As for the second part, the someone else is the key bit. It’s hard enough to keep your own XHTML pages valid, but when you have to clean up after other people too… ugh. I don’t have a great answer on this, although Jacques Distler might — he’s been struggling with this issue for weeks now. He’s finally compiled a big piece of the solution all in one place. If you’re an XHTML blogger, you need to read this article.

But Jacques is the type who is willing to hack into the MTValidate plugin to make sure that it validates properly. Not I. All I can do is reiterate what I’ve been mumbling for a while now: XHTML is hard. XHTML was designed to produce code that is stricter and more machine-friendly than its humbler predecessor, HTML. The machines don’t care if the error came from you or from some random person who sent you a Trackback. Either way, the parser will choke.

I’m still “thinking out loud” on this whole XHTML issue, but one thing is becoming clear. Reformulating your site as XHTML requires a major rethinking of everything you are doing. Proceed with caution. Ask yourself why. Phil Ringnalda has a reason: self-scraping. Jacques Distler has a reason: embedding MathML. Put your shades away for a minute: what’s your rationale?

1. I’d argue that Phil is therefore using the correct MIME-type. A) He does have a reason for marking his site up as valid XHTML, but B) he doesn’t really care whether you perceive his site to have any “XML-ness”.

14 thoughts on “Put Your Shades Away for a Minute

  1. “1. I’d argue that Phil is therefore using the correct MIME-type. A) He does have a reason for marking his site up as valid XHTML, but B) he doesn’t really care whether you perceive his site to have any ‘XML-ness’.”

    I think the point of sending out application/xhtml+xml is to certify that “this here is a well-formed XML document”. That means that the recipient *could* use an XML parser on it (and thus, perhaps, do neat stuff with it) if he wanted to.

    Now, Phil may not care, but if he *does* have well-formed XML (which he must, otherwise his own self-scraping tools would break), it sure would be neighbourly to tell people that.

    He may not see an immediate benefit. But, in the long run, if people start doing cool things with the (whatever little, but hopefully more and more) valid XHTML that’s out there, Phil will surely reap the benefits.

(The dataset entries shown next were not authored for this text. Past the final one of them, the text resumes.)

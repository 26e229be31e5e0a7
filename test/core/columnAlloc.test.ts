/**
 * The slab allocator of the stages' new columns (extension/core/columnAlloc.ts): every column is zeroed, has its
 * own bytes (no two overlap), and small or very large columns get buffers of their own.
 * Zero-filled new typed arrays: ECMAScript 2022, sec. 23.2.5.1 (TypedArray constructor), the behaviour matched here.
 */
import { describe, expect, it } from 'vitest';
import { newFloat64, newInt32, releaseSlab } from '../../extension/core/columnAlloc';

/** Whether two columns share one buffer (compared by identity: a failed toBe would print 32 MB buffers). */
const same = (a: ArrayBufferView, b: ArrayBufferView): boolean => a.buffer === b.buffer;

describe('columnAlloc', () => {
  it('cuts mid-sized columns from one slab, zeroed and not overlapping', () => {
    releaseSlab();
    const cols = [newFloat64(250_000), newInt32(100_000), newFloat64(250_000), newFloat64(123_457)];
    expect(same(cols[0], cols[2]) && same(cols[0], cols[1])).toBe(true);
    expect(cols.map((c) => c.length)).toEqual([250_000, 100_000, 250_000, 123_457]);
    for (const c of cols) expect(c.every((v) => v === 0)).toBe(true);
    // Fill each with its own mark; none is overwritten by another.
    cols.forEach((c, k) => c.fill(k + 1));
    cols.forEach((c, k) => expect(c.every((v) => v === k + 1)).toBe(true));
    const spans = cols.map((c) => [c.byteOffset, c.byteOffset + c.byteLength]).sort((a, b) => a[0] - b[0]);
    for (let i = 1; i < spans.length; i++) expect(spans[i][0]).toBeGreaterThanOrEqual(spans[i - 1][1]);
    for (const [start] of spans) expect(start % 64).toBe(0);
  });

  it('gives small and very large columns their own buffer, and starts a new slab when one is full', () => {
    releaseSlab();
    const small = newFloat64(100);
    expect(small.byteOffset).toBe(0);
    expect(small.buffer.byteLength).toBe(800);
    const big = newFloat64(2_000_000); // 16 MB: huge pages by itself
    expect(big.buffer.byteLength).toBe(16_000_000);
    const first = newFloat64(1_000_000);
    const second = newFloat64(1_000_000);
    const third = newFloat64(1_000_000);
    const fourth = newFloat64(1_000_000);
    const fifth = newFloat64(1_000_000); // 5 x 8 MB > 32 MiB: the fifth opens a second slab
    expect(same(second, first) && same(third, first) && same(fourth, first)).toBe(true);
    expect(same(fifth, first)).toBe(false);
    expect(fifth.every((v) => v === 0)).toBe(true);
  });

  it('after releaseSlab, new columns come from a new slab and the old ones stay valid', () => {
    const a = newFloat64(200_000).fill(7);
    releaseSlab();
    const b = newFloat64(200_000);
    expect(same(a, b)).toBe(false);
    expect(a.every((v) => v === 7)).toBe(true);
    expect(b.every((v) => v === 0)).toBe(true);
  });
});
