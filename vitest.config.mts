import { defineConfig } from 'vitest/config';

export default defineConfig({
  test: {
    include: ['test/**/*.test.ts'],
    globalSetup: ['test/globalSetup.ts'],
    environment: 'node',
    testTimeout: 60_000,
    hookTimeout: 600_000,
    pool: 'forks',
  },
});
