/**
 * Reading a run: the main log, its mapping file and the mapping's other files (measurement files, reference,
 * anchors), into one NavLog. Files are only ever read. Bad data never throws: every problem is a Diagnostic naming
 * file, line and column. Only cancellation through `signal` rejects (with the signal's reason).
 */
import type { Diagnostic, NavLog } from '../model';
import { parseAnchorsText } from './anchors';
import { ByteBuffer } from './bytes';
import { attachBudget, type ColumnBudget } from './budget';
import { RunBuilder, toAnchors, toChannel, toImu, toRanges, toStateStream, toTdoa } from './builder';
import { timeChecks, GAP_FACTOR } from './checks';
import { CsvFileReader } from './csv';
import { JsonFileReader, JsonlFileReader } from './json';
import { parseJson } from './jsonValue';
import { parseMapping, type FileSpec, type Mapping } from './mapping';
import type { FileRole } from './plan';
import { decodeUtf8, encodeUtf8 } from './utf8';
import { clip } from './diagnostics';

/** The part of an AbortSignal the reader uses (a DOM or Node AbortSignal fits). */
export interface AbortSignalLike {
  readonly aborted: boolean;
  readonly reason?: unknown;
}

/** A file (or any byte stream) to read: a name for messages and its bytes in chunks. */
export interface ByteSource {
  /** Name used in NavLog.files and diagnostics (usually the path as given). */
  name: string;
  /** The bytes, in order, as chunks. May reject (missing file...); the reader turns that into a diagnostic. */
  chunks(signal?: AbortSignalLike): AsyncIterable<Uint8Array>;
  /** Total size in bytes when known (for progress). */
  size?: number;
}
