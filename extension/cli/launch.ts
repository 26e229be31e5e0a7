/**
 * Entry of `residuum` (dist/cli.js): starts the command-line tool (dist/cliMain.js, extension/cli/main.ts), on Linux
 * once more in a child process whose C library backs big allocations with transparent huge pages.
 *
 * Why: an analysis writes about 100 MB of fresh column memory for the 250,000-row benchmark log. Each first write to a
 * 4 KiB page is a page fault; on virtual machines a fault can cost about 12 us, so the columns alone cost ~0.3 s.
 * glibc (2.35 and later) asks the kernel for 2 MiB pages for its large blocks when `GLIBC_TUNABLES` holds
 * `glibc.malloc.hugetlb=1`, and the kernel then faults 512 times less often (measured in README "Performance").
 * The tunable is read only when a process starts, hence the child. Other C libraries and older glibc ignore it, so the
 * child is then an ordinary run. Set `RESIDUUM_NO_REEXEC=1` to run in this process whatever the platform.
 * The child also gets {@link childV8Flags}: on a machine with two cores or fewer, V8 compiles optimised code on the
 * thread that runs it (`--no-concurrent-recompilation`). The analysis keeps both cores busy (the main thread and the
 * stage worker), so a compile job queued for a background thread waits while the loop it would speed up runs
 * unoptimised: on the 2-core development machine the stages took about 30% less time with the flag (README
 * "Performance"). A flag the user gives (`node --concurrent-recompilation dist/cli.js ...`) comes after and wins.
 * Only the verbs that read logs are re-run; `--help` and errors in the arguments are answered by the child like any
 * other run, so the output and the exit status are those of the tool itself.
 */
import { spawnSync } from 'node:child_process';
import path from 'node:path';
import { availableParallelism } from 'node:os';

/** The tunable that asks glibc's malloc for transparent huge pages (madvise mode) on its mmap'd blocks. */
export const HUGE_PAGE_TUNABLE = 'glibc.malloc.hugetlb=1';

/** Verbs that read whole logs and so gain from huge pages. */
const LOG_VERBS = new Set(['analyze', 'check', 'compare', 'montecarlo']);

/**
 * The environment for a child run with huge pages, or undefined when this process should run the tool itself:
 * not Linux, not a log-reading verb, `RESIDUUM_NO_REEXEC` set, or the tunable already in `GLIBC_TUNABLES` (which
 * is also how the child knows it is the child).
 */
export function hugePageEnv(env: NodeJS.ProcessEnv, platform: NodeJS.Platform, verb: string | undefined): NodeJS.ProcessEnv | undefined {
  if (platform !== 'linux' || verb === undefined || !LOG_VERBS.has(verb)) return undefined;
  if (env.RESIDUUM_NO_REEXEC) return undefined;
  const tunables = env.GLIBC_TUNABLES ?? '';
  if (tunables.split(':').some((t) => t.startsWith('glibc.malloc.hugetlb='))) return undefined;
  return { ...env, GLIBC_TUNABLES: tunables ? `${tunables}:${HUGE_PAGE_TUNABLE}` : HUGE_PAGE_TUNABLE };
}

/**
 * V8 flags for the child run: `--no-concurrent-recompilation` on machines with at most two cores (see the file
 * comment), none otherwise (there a background thread is free to compile).
 */
export function childV8Flags(cores: number): string[] {
  return cores <= 2 ? ['--no-concurrent-recompilation'] : [];
}

/** The tool's own module, run in this process. */
function runHere(mainFile: string): void {
  // A computed path: esbuild leaves this require to Node, so dist/cli.js stays a few kilobytes and starts at once.
  const tool = require(mainFile) as { runCommandLine(argv: string[]): void };
  tool.runCommandLine(process.argv.slice(2));
}

if (require.main === module) {
  const mainFile = path.join(__dirname, 'cliMain.js');
  const childEnv = hugePageEnv(process.env, process.platform, process.argv[2]);
  if (!childEnv) {
    runHere(mainFile);
  } else {
    // Node's own flags (--cpu-prof, -r hook, --max-old-space-size) go to the child, which does the work, after ours.
    const flags = [...childV8Flags(availableParallelism()), ...process.execArgv];
    const child = spawnSync(process.execPath, [...flags, mainFile, ...process.argv.slice(2)], { stdio: 'inherit', env: childEnv });
    if (child.error) {
      runHere(mainFile); // could not start a process: the same run here, without huge pages
    } else if (child.signal) {
      process.kill(process.pid, child.signal); // end the way the child ended (Ctrl-C, a kill from a CI timeout)
    } else {
      process.exitCode = child.status ?? 2;
    }
  }
}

  2. I agree: sending out application/xhtml+xml is the final stamp of XHTML certification — you are broadcasting to the world, “This here *really* is XHTML. Yes, really. Just try me.” That’s what I meant by my vague term of “XML-ness”.

    I still think Phil is using the right MIME-type. Phil wants to have a site that he can parse easily. But he doesn’t want to guarantee to others that his whole site really is valid XHTML. In that case, the neighborly thing to do is to *not* stamp your site as XHTML. Better to stamp it as HTML.

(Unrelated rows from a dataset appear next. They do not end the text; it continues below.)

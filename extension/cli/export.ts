/**
 * `--out F`, `--html F`, `--md F` of the verbs: the report JSON, the self-contained HTML report and the Markdown
 * summary, each written atomically. The notes come with the report
 * (analyzeFile anchors the log's `LOG.notes.json`).
 */
import type { Report } from '../core/report';
import type { Series } from '../core/series';
import type { Comparison } from '../core/compareRuns';
import { renderReportHtml, renderComparisonHtml } from '../core/export/html';
import { renderReportMarkdown, renderComparisonMarkdown } from '../core/export/markdown';
import { writeAtomic } from '../node/writeAtomic';
import { InputError } from '../node/analyzeFile';

/**
 * Throw InputError when a log gave nothing to analyse (no estimator epoch, no channel update, no IMU or UWB block):
 * a binary or foreign file must not pass a CI gate with zero outliers. Names the first reader problem.
 */
export function assertAnalysable(report: Report): void {
  const updates = report.channels.reduce((s, c) => s + c.updates, 0);
  if (report.time.epochs > 0 || updates > 0 || report.imu !== undefined || report.uwb !== undefined) return;
  const first = report.findings.find((f) => f.kind === 'parse-error' || f.severity === 'error');
  const where = first ? `${first.file ?? report.source.path}${first.line !== undefined ? `:${first.line}` : ''}${first.column !== undefined ? `:${first.column}` : ''}: ${first.message}` : 'no estimator state, update or IMU records found';
  throw new InputError(`log ${report.source.path} cannot be read as an estimator log (${where})`);
}

/** Write the exports a verb was asked for (`--out`, `--html`, `--md`) of one report. */
export function writeReportExports(values: Record<string, unknown>, report: Report, series: Series[]): void {
  if (typeof values.out === 'string') writeAtomic(values.out, JSON.stringify(report, null, 2) + '\n');
  if (typeof values.html === 'string') writeAtomic(values.html, renderReportHtml(report, series, { exportedAt: new Date().toISOString() }));
  if (typeof values.md === 'string') writeAtomic(values.md, renderReportMarkdown(report));
}

/** Write the exports of a comparison (`--out` is the comparison JSON). */
export function writeComparisonExports(values: Record<string, unknown>, comparison: Comparison): void {
  if (typeof values.out === 'string') writeAtomic(values.out, JSON.stringify(comparison, null, 2) + '\n');
  if (typeof values.html === 'string') writeAtomic(values.html, renderComparisonHtml(comparison, { exportedAt: new Date().toISOString() }));
  if (typeof values.md === 'string') writeAtomic(values.md, renderComparisonMarkdown(comparison));
}
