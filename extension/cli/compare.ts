/**
 * `residuum compare LOG_A LOG_B [...]`: analyse each run and print the figures side by side (or JSON).
 */
import { analyzeFile, type AnalyzeFileOptions } from '../node/analyzeFile';
import { compareReports } from '../core/compare';
import { UsageError } from './args';
import { table, fmt } from './summary';

/** Run the verb; returns the exit status. */
export async function runCompare(values: Record<string, unknown>, positionals: string[], options: AnalyzeFileOptions): Promise<number> {
  if (positionals.length < 2) throw new UsageError(`compare takes two or more logs, got ${positionals.length}`);
  const reports = [];
  for (const p of positionals) reports.push((await analyzeFile(p, options)).report);
  const figures = compareReports(reports);
  if (values.json) {
    process.stdout.write(JSON.stringify({ runs: reports.map((r) => ({ path: r.source.path, sha256: r.source.sha256 })), figures, reports }, null, 2) + '\n');
    return 0;
  }
  const labels = positionals.map((_, i) => String.fromCharCode(65 + (i % 26)));
  positionals.forEach((p, i) => process.stdout.write(`run ${labels[i]}: ${p}\n`));
  const rows = figures.map((f) => [
    f.what + (f.unit ? ` [${f.unit}]` : ''),
    ...f.values.map((v, i) => (v === null ? '-' : fmt(v)) + (i > 0 && f.deltas[i] !== null ? ` (${f.deltas[i]! >= 0 ? '+' : ''}${fmt(f.deltas[i])})` : '')),
    f.best !== undefined ? labels[f.best] : '-',
  ]);
  process.stdout.write(table(['figure', ...labels, 'better'], rows));
  return 0;
}
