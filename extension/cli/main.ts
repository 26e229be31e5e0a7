/**
 * `residuum`: the thin command-line shell around the core (report-contract.md).
 *   residuum analyze LOG [--anchors F] [--map F] [--reference F] [--json] [--out F] [--profile]
 *   residuum check LOG [same options] [--gate FILE] [--max-outliers N] [--min-inside95 X] [--max-rmse M]
 *                      [--baseline REPORT --tolerance P]
 *   residuum compare LOG_A LOG_B [LOG_C ...] [same options] [--json]
 * Exit status: 0 ok; 1 a `check` threshold failed; 2 unreadable input, bad argument, or `check` without threshold.
 * Every failure is one line on stderr, never a stack trace.
 */
import { writeFileSync, renameSync } from 'node:fs';
import { analyzeFile, InputError, type AnalyzeFileOptions, type FileAnalysis } from '../node/analyzeFile';
import { parseVerbArgs, numberOption, UsageError } from './args';
import { formatSummary } from './summary';
import { runCheck, CHECK_OPTIONS } from './check';
import { runCompare } from './compare';
import type { StageTimes } from '../core/analyze';

const USAGE = `usage:
  residuum analyze LOG [--anchors F] [--map F] [--reference F] [--json] [--out F] [--profile]
  residuum check LOG [options] [--gate FILE] [--max-outliers N] [--min-inside95 X] [--max-rmse M] [--baseline REPORT --tolerance P]
  residuum compare LOG_A LOG_B [LOG_C ...] [options] [--json]
options: --confidence C  --gate-prob P  --window S  --imu-preset consumer|industrial|tactical  --time-offset S`;

/** Analysis options from parsed values. */
export function analysisOptions(values: Record<string, unknown>, times?: StageTimes): AnalyzeFileOptions {
  const settings: AnalyzeFileOptions['settings'] = {};
  const confidence = numberOption(values, 'confidence', [0.5, 0.9999]);
  if (confidence !== undefined) settings.confidence = confidence;
  const window = numberOption(values, 'window', [1e-6, 1e9]);
  if (window !== undefined) settings.window_s = window;
  const gateProb = numberOption(values, 'gate-prob', [0.5, 1 - 1e-12]);
  if (gateProb !== undefined) settings.gate = gateProb;
  const offset = numberOption(values, 'time-offset');
  if (offset !== undefined) settings.timeOffset_s = offset;
  if (typeof values['imu-preset'] === 'string') settings.imuPreset = values['imu-preset'];
  return {
    map: values.map as string | undefined,
    anchors: values.anchors as string | undefined,
    reference: values.reference as string | undefined,
    settings,
    times,
  };
}

/** Write a file atomically (temporary file, then rename), so a crash never leaves half a report. */
export function writeAtomic(file: string, text: string): void {
  const tmp = `${file}.tmp-${process.pid}`;
  writeFileSync(tmp, text);
  renameSync(tmp, file);
}

async function analyzeVerb(argv: string[]): Promise<number> {
  const { values, positionals } = parseVerbArgs(argv, {});
  if (values.help) {
    process.stdout.write(USAGE + '\n');
    return 0;
  }
  if (positionals.length !== 1) throw new UsageError(`analyze takes exactly one LOG, got ${positionals.length}`);
  const times: StageTimes = {};
  const t0 = performance.now();
  const result: FileAnalysis = await analyzeFile(positionals[0], analysisOptions(values, times));
  const t1 = performance.now();
  const json = JSON.stringify(result.report, null, 2) + '\n';
  times.serialize = performance.now() - t1;
  if (typeof values.out === 'string') writeAtomic(values.out, json);
  if (values.json) process.stdout.write(json);
  else process.stdout.write(formatSummary(result.report));
  if (values.profile) {
    times.total = performance.now() - t0;
    const parts = Object.entries(times).map(([k, v]) => `${k}=${v.toFixed(1)}ms`);
    process.stderr.write(`profile: ${parts.join(' ')}\n`);
  }
  return 0;
}

/** Entry point: returns the exit status. */
export async function main(argv: string[]): Promise<number> {
  const [verb, ...rest] = argv;
  try {
    switch (verb) {
      case 'analyze':
        return await analyzeVerb(rest);
      case 'check': {
        const { values, positionals } = parseVerbArgs(rest, CHECK_OPTIONS);
        return await runCheck(values, positionals, analysisOptions(values));
      }
      case 'compare': {
        const { values, positionals } = parseVerbArgs(rest, {});
        return await runCompare(values, positionals, analysisOptions(values));
      }
      case undefined:
      case '--help':
      case '-h':
      case 'help':
        process.stdout.write(USAGE + '\n');
        return verb === undefined ? 2 : 0;
      case '--version':
        process.stdout.write('0.1.0\n');
        return 0;
      default:
        throw new UsageError(`unknown command '${verb}' (expected analyze, check or compare)`);
    }
  } catch (e) {
    if (e instanceof UsageError || e instanceof InputError) {
      process.stderr.write(`residuum: ${e.message}\n`);
      return 2;
    }
    const err = e as NodeJS.ErrnoException;
    if (err && typeof err.code === 'string') {
      process.stderr.write(`residuum: cannot read input (${err.code}): ${err.message.split('\n')[0]}\n`);
      return 2;
    }
    process.stderr.write(`residuum: internal error: ${(e as Error)?.message?.split('\n')[0] ?? String(e)}\n`);
    return 2;
  }
}

if (require.main === module) {
  main(process.argv.slice(2)).then(
    (code) => {
      process.exitCode = code;
    },
    (e) => {
      process.stderr.write(`residuum: internal error: ${String(e).split('\n')[0]}\n`);
      process.exitCode = 2;
    },
  );
}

  3. Let’s just keep in mind the distinction between “valid” and “well-formed”. Of course, it’s best to be valid XHTML, but really, the only *danger* of sending out application/xhtml+xml is lack of well-formedness.

    That will cause Mozilla (or, really, any XML parser, like Phil’s self-scraper) to choke and puke.

    I think well-formedness is an achievable goal. Whether Phil wants to advertise his well-formedness is his business. But, clearly, he must be achieving that much, so why not?

  4. Sadly, he may well not be: I think I’ve given you a false impression of how often and how thoroughly I self-scrape. It was the reason I switched to XHTML, not an ongoing and visible thing. I don’t actually parse all 800-odd pages daily, or reparse every page that displays a comment or trackback, every time one is added. Odds are good that I have several not-well-formed pages (not including the one where Mark Pilgrim was being cruel and adding unencoded ampersands earlier today), which I’ll fix the next time I need to parse myself. Chances are fairly good that everything’s valid, since commenters rarely use XHTML, and what they use is pretty minimal and safe.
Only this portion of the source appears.